Just consistent written contributions in communities where my audience already exists.
The quiet lesson most people miss
I’m not abandoning TikTok.
But for now, Reddit has earned the top spot in my organic traffic strategy.
Not because it’s trendy. Not because someone promised fast results.
But because it fits my strengths, my time constraints, and my reality.
And that’s the part I think matters most.
Progress doesn’t always come from doing more. Sometimes it comes from doing the right thing—more efficiently.
This week didn’t come with a big win.
No income screenshots. No breakthrough moment.
But something important happened: clarity.
And at this stage of the $250/day challenge, that’s a win I’ll take every time.
A quiet next step (if you’re curious)
If you’re following this journey and wondering what exact system I’m using to build this the slow but sustainable way, I’ve shared it on my blog.
It’s the same beginner-friendly affiliate marketing path I’m personally following—no hype, no pressure.
You can find it through my site if you want to explore further, or click here: The Beginner’s Business Blueprint.

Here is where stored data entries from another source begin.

#pragma once
// A recorded march gone through for derivatives: values, matrices, slopes of the stored heat and factors of its legs.

#include <cmath>
#include <memory>
#include <tepor/base/text.hpp>
#include <tepor/body/residual_slope.hpp>
#include <tepor/solve/capacity.hpp>
#include <tepor/solve/engine.hpp>
#include <tepor/solve/march_states.hpp>

namespace tepor::detail {

/// One evaluation of the weak form in a leg.
struct LegPoint {
    std::vector<double> T;
    TimeSpan span;
    double weight = 0.0;
};

/// Slope of the heat content at a state, where it depends on temperature. A node that is held at a melting temperature without
/// width has its molten heat for an unknown in place of its temperature.
struct HeatSlope {
    SparseMatrix C;
    std::vector<unsigned char> held; ///< all unknowns; empty: none
    [[nodiscard]] bool holds(std::size_t u) const noexcept { return !held.empty() && held[u] != 0; }
};

class MarchReplay {
  public:
    explicit MarchReplay(const March& march)
        : model_(march.shared_model()), states_(march), tape_(states_.tape()), linear_(states_.linear()),
          all_(as_size(model_->unknowns)), work_(model_->kernels->workspace()) {
        prepare_matrix(*model_, K_);
        group_of_.reserve(tape_.values.size());
        for (std::size_t v = 0; v < tape_.values.size(); ++v)
            group_of_.push_back(v > 0 && same_matrices(v - 1, v) ? group_of_.back() : v);
    }
    MarchReplay(const MarchReplay&) = delete;
    MarchReplay& operator=(const MarchReplay&) = delete;
    virtual ~MarchReplay() = default;

    [[nodiscard]] const Values& values() const { return tape_.values[now_]; }

  protected:
    /// Called when a leg has other values than the one before; `matrices`: in a matrix, too.
    virtual void values_changed(bool matrices) { (void)matrices; }
    /// Called before matrices change.
    virtual void leave_group() {}

    /// Values of a leg: capacity and, where nothing depends on temperature or time, K.
    void use(std::size_t which) {
        if (ready_ && which == now_) return;
        const bool other = !ready_ || group_of_[which] != group_of_[now_];
        if (ready_ && other) leave_group();
        now_ = which;
        ready_ = true;
        if (other) {
            const std::unique_ptr<Storage> last = std::move(storage_);
            storage_ = std::make_unique<Storage>(model_, values(), states_.capacity(), work_);
            for (const LatentNode& node : storage_->latent()) refuse_moving_melting_point(node);
            if (last) refuse_driven_melting(*last);
            lanes_.clear();
            if (linear_) assemble_K(tape_.start.T.data(), {});
        }
        values_changed(other);
    }

    void assemble_K(const double* T, TimeSpan span) {
        Pass pass;
        pass.T = T;
        pass.time = span;
        pass.matrix = &K_;
        assemble(*model_, values(), work_, pass);
        if (pass.fault) raise(pass.fault);
    }

    /// Slope of the heat content at T; nothing to do where it is constant.
    void slope_of_heat(const std::vector<double>& T, HeatSlope& slope) {
        if (storage_->linear()) return;
        if (slope.C.lower.empty()) prepare_matrix(*model_, slope.C);
        std::fill(slope.C.lower.begin(), slope.C.lower.end(), 0.0);
        std::fill(slope.C.upper.begin(), slope.C.upper.end(), 0.0);
        nothing_.assign(all_, 0.0);
        if (const Fault fault = storage_->rise(values(), work_, T.data(), T.data(), nothing_.data(), &slope.C, nullptr))
            raise(fault);
        slope.held.assign(storage_->latent().empty() ? 0 : all_, 0);
        for (const LatentNode& node : storage_->latent()) {
            const auto u = as_size(node.unknown);
            const double width = node.liquidus - node.solidus;
            if (!(width > 0.0)) {
                if (T[u] == node.solidus && node.unknown < model_->free) slope.held[u] = 1;
            } else if (T[u] > node.solidus && T[u] < node.liquidus) {
                const auto diagonal = as_size(slope.C.start[u + 1] - 1);
                slope.C.lower[diagonal] += node.full / width;
                if (!slope.C.upper.empty()) slope.C.upper[diagonal] += node.full / width;
            }
        }
    }
    void through_heat(const HeatSlope& slope, const double* x, double* y) const {
        if (storage_->linear())
            storage_->multiply(x, y);
        else
            multiply(slope.C, model_->unknowns, x, y);
    }

    /// b := -(C + a K(at))^-1 b (or its transpose) on the free unknowns, 0 on the rest; held unknowns take -b themselves.
    void solve_leg(const LegPoint& at, double a, const HeatSlope& heat, std::vector<double>& b, bool transposed) {
        Engine& engine = factor(at, a, heat);
        double size = 0.0;
        for (std::size_t u = 0; u < all_; ++u) {
            b[u] = as_id(u) < model_->free ? -b[u] : 0.0;
            size += std::abs(b[u]);
            if (heat.holds(u)) b[u] *= holding_[u];
        }
        if (size == 0.0) return;
        const double limit = 1e-13 * size;
        if (!(transposed ? engine.solve_transposed(b.data(), limit) : engine.solve(b.data(), limit)))
            throw Error(ErrorCode::not_converged, "", "gradient: a linear solve stalled");
    }

    /// C + a K(at) factored; a linear run keeps its factors, those of the march itself included.
    Engine& factor(const LegPoint& at, double a, const HeatSlope& heat) {
        if (linear_) {
            for (const Lane& lane : lanes_)
                if (std::abs(lane.a - a) <= 1e-12 * a) return *lane.engine;
            if (Engine* lent = states_.factored(a, values())) {
                lanes_.push_back({a, lent, nullptr});
                return *lent;
            }
        } else {
            assemble_K(at.T.data(), at.span);
            lanes_.clear();
        }
        std::unique_ptr<Engine> engine = spare_ ? std::move(spare_) : std::make_unique<Engine>(model_);
        for (std::size_t e = 0; e < K_.lower.size(); ++e) engine->matrix.lower[e] = a * K_.lower[e];
        for (std::size_t e = 0; e < K_.upper.size(); ++e) engine->matrix.upper[e] = a * K_.upper[e];
        if (storage_->linear()) {
            storage_->add_to(engine->matrix);
        } else {
            for (std::size_t e = 0; e < heat.C.lower.size(); ++e) engine->matrix.lower[e] += heat.C.lower[e];
            for (std::size_t e = 0; e < heat.C.upper.size(); ++e) engine->matrix.upper[e] += heat.C.upper[e];
            hold(heat, engine->matrix);
        }
        if (!engine->factor(linear_ ? Purpose::many_solves : Purpose::one_solve))
            throw Error(ErrorCode::singular, "", "gradient: a step of the march has no inverse");
        constexpr std::size_t most = 8;
        if (lanes_.size() == most) lanes_.erase(lanes_.begin());
        Engine* raw = engine.get();
        if (linear_)
            lanes_.push_back({a, raw, std::move(engine)});
        else
            spare_ = std::move(engine);
        return *raw;
    }

    void prescribed(double at, bool before, std::vector<double>& T) const {
        model_->prescribe(values(), {at, at, 1.0, before}, T.data());
    }

    std::shared_ptr<const Model> model_;
    MarchStates states_;
    const MarchTape& tape_;
    bool linear_; ///< matrices change with the values alone
    std::size_t all_;
    Workspace work_;
    std::unique_ptr<Storage> storage_;
    SparseMatrix K_;
    std::vector<std::size_t> group_of_; ///< per values: the first of those before it with the same matrices

  private:
    struct Lane {
        double a;
        Engine* engine;
        std::unique_ptr<Engine> own;
    };

    [[nodiscard]] bool same_matrices(std::size_t a, std::size_t b) const {
        for (std::size_t s = 0; s < model_->roles.size(); ++s) {
            const SlotRole& role = model_->roles[s];
            if ((role.matrix || role.capacity || role.place) && tape_.values[a].slots[s] != tape_.values[b].slots[s])
                return false;
        }
        return true;
    }

    /// A weight that outdoes everything else in the row of a held unknown.
    void hold(const HeatSlope& heat, SparseMatrix& matrix) {
        holding_.assign(heat.held.size(), 0.0);
        for (std::size_t u = 0; u < heat.held.size(); ++u) {
            if (heat.held[u] == 0) continue;
            const auto diagonal = as_size(matrix.start[u + 1] - 1);
            holding_[u] = 1e15 * matrix.lower[diagonal];
            matrix.lower[diagonal] += holding_[u];
            if (!matrix.upper.empty()) matrix.upper[diagonal] += holding_[u];
        }
    }

    void refuse_driven_melting(const Storage& last) const {
        for (std::size_t i = 0; i < last.latent().size(); ++i)
            if (last.latent()[i].full != storage_->latent()[i].full)
                throw Error(
                    ErrorCode::not_supported, model_->regions[as_size(last.latent()[i].region)].name,
                    "gradient: the latent heat or the density of what melts was driven during the march; drive what "
                    "acts on the body instead");
    }

    void refuse_moving_melting_point(const LatentNode& node) const {
        const RegionModel& region = model_->regions[as_size(node.region)];
        if (node.liquidus > node.solidus) return;
        for (const Coefficient* c : {&region.solidus, &region.liquidus})
            if (c->value().kind() == Value::Kind::parameter)
                throw Error(
                    ErrorCode::not_supported, region.name,
                    text("gradient: the ", c->label(),
                         " is a Parameter, and the material melts at one temperature, where the march has a kink; "
                         "give numbers, or a solidus below the liquidus"));
    }

    std::vector<Lane> lanes_;
    std::unique_ptr<Engine> spare_;
    std::vector<double> holding_;
    std::vector<double> nothing_;
    bool ready_ = false;
    std::size_t now_ = 0;
};

} // namespace tepor::detail
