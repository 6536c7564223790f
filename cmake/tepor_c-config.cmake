# find_package(tepor_c): tepor::c (shared) and tepor::c_static, the C interface; needs no other package.
include("${CMAKE_CURRENT_LIST_DIR}/tepor-c-targets.cmake")
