#pragma once
// Loads in closed form on straight triangles, by exact quadrature on segments.

#include <tepor/flux/flux_load.hpp>
#include <tepor/flux/line_cell.hpp>
#include <tepor/flux/loads.hpp>

namespace tepor {

namespace detail {

inline void add_cell_loads(const FluxProblem& problem, std::vector<double>& load) {
    const MeshData& mesh = *problem.mesh;
    const bool round = mesh.frame.power() > 0;
    for (Index c = 0; c < mesh.cell_count(); ++c) {
        const Id* dof = problem.dof.data() + as_size(c) * as_size(mesh.nodes_per_cell);
        const Id* node = mesh.cell(c);
        double f = problem.source[as_size(c)];
        if (!problem.sink.empty()) f += problem.sink[as_size(c)] * problem.sink_temperature[as_size(c)];
        if (f == 0.0) continue;
        const double third = f * triangle_area(mesh, c) / 3.0;
        if (mesh.order == 2) {
            for (int i = 3; i < 6; ++i) load[as_size(dof[i])] += third;
            continue;
        }
        double r[3] = {1.0, 1.0, 1.0};
        for (int i = 0; i < 3 && round; ++i) r[i] = mesh.nodes[as_size(node[i])].x;
        for (int i = 0; i < 3; ++i) load[as_size(dof[i])] += third * 0.25 * (r[0] + r[1] + r[2] + r[i]);
    }
    for (const SpreadSource& w : problem.spread) {
        const Id* dof = problem.dof.data() + as_size(w.cell) * as_size(mesh.nodes_per_cell);
        const double* m = w.moment;
        const double linear[3] = {m[0] + m[3] + m[5], m[1] + m[3] + m[4], m[2] + m[4] + m[5]};
        for (int i = 0; i < 3; ++i) {
            load[as_size(dof[i])] += mesh.order == 1 ? linear[i] : 2.0 * m[i] - linear[i];
            if (mesh.order == 2) load[as_size(dof[3 + i])] += 4.0 * m[3 + i];
        }
    }
}

inline void add_line_loads(const FluxProblem& problem, std::vector<double>& load) {
    const MeshData& mesh = *problem.mesh;
    const std::vector<double> cold(load.size(), 0.0);
    for (Index c = 0; c < mesh.cell_count(); ++c) {
        const LineCell cell(problem, cold.data(), c);
        const Id* dof = problem.dof.data() + as_size(c) * as_size(mesh.nodes_per_cell);
        cell.points([&](double w, double x, double rn) {
            for (int i = 0; i < mesh.nodes_per_cell; ++i)
                load[as_size(dof[i])] += w * rn * cell.source() * cell.shape(i, x);
        });
    }
    for (const FluxSide& side : problem.sides) {
        if (side.kind == SideKind::fixed) continue;
        const Id node = mesh.cell(side.side.cell)[side.side.side];
        const double area = radius_power(mesh.frame.power(), mesh.nodes[as_size(node)].x);
        const double trace = side.trace >= 0 ? problem.traces[as_size(side.trace)].moment[0] : 0.0;
        load[as_size(problem.dof[as_size(side.side.cell) * as_size(mesh.nodes_per_cell) + as_size(side.side.side)])] +=
            area * (side.film * side.fluid - side.flux - trace);
    }
}

} // namespace detail

TEPOR_INLINE std::vector<double> flux_load(const FluxProblem& problem, Index dofs) {
    using namespace detail;
    const MeshData& mesh = *problem.mesh;
    std::vector<double> load(as_size(dofs), 0.0);
    if (mesh.dim == 1) {
        add_line_loads(problem, load);
        return load;
    }
    add_cell_loads(problem, load);
    for (const FluxSide& side : problem.sides) {
        if (side.kind == SideKind::fixed) continue;
        double r0 = 1.0, r1 = 1.0;
        const double length = side_length(mesh, side.side, r0, r1);
        const double in = length * (side.film * side.fluid - side.flux);
        const Id* dof = problem.dof.data() + as_size(side.side.cell) * as_size(mesh.nodes_per_cell);
        const std::size_t start = as_size(dof[side.side.side]),
                          end = as_size(dof[side.side.side == 2 ? 0 : side.side.side + 1]);
        double g[4] = {};
        for (std::size_t m = 0; m < 4 && side.trace >= 0; ++m)
            g[m] = length * problem.traces[as_size(side.trace)].moment[m];
        if (mesh.order == 1) {
            load[start] += in * (2.0 * r0 + r1) / 6.0 - (g[0] - g[1]);
            load[end] += in * (r0 + 2.0 * r1) / 6.0 - g[1];
        } else {
            load[start] += in / 6.0 - (g[0] - 3.0 * g[1] + 2.0 * g[2]);
            load[end] += in / 6.0 - (2.0 * g[2] - g[1]);
            load[as_size(dof[3 + side.side.side])] += in * 4.0 / 6.0 - 4.0 * (g[1] - g[2]);
        }
    }
    return load;
}

} // namespace tepor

Once you know the system, you will want to learn how to apply it efficiently inside the niche you decide, with all the help that will guaranty your success. That’s what the Internet Profits Academy is for. Read more about it here and see if this is for you: The Internet Profits Academy.
More updates coming soon.

P.S. My Reddit account: u/lefm99

Hi Martin – I really enjoyed this post. That holiday pause and the honesty you brought to it is exactly what most people skip, and it’s why your pivot worked. I love how you framed it. TikTok wasn’t “bad,” it was just expensive in time, and you made the smart move to choose a strategy that fits your strengths and your real-life schedule. That Reddit approach is textbook sustainable growth: learn the culture, contribute first, be useful, then let the clicks happen naturally. You have me very intrigued with Reddit. However, I must admit I don’t know anything about that system or platform. A 42% traffic jump without hype or hacks is a big deal, and the biggest win you nailed this week was clarity. That kind of clarity is momentum. Keep going.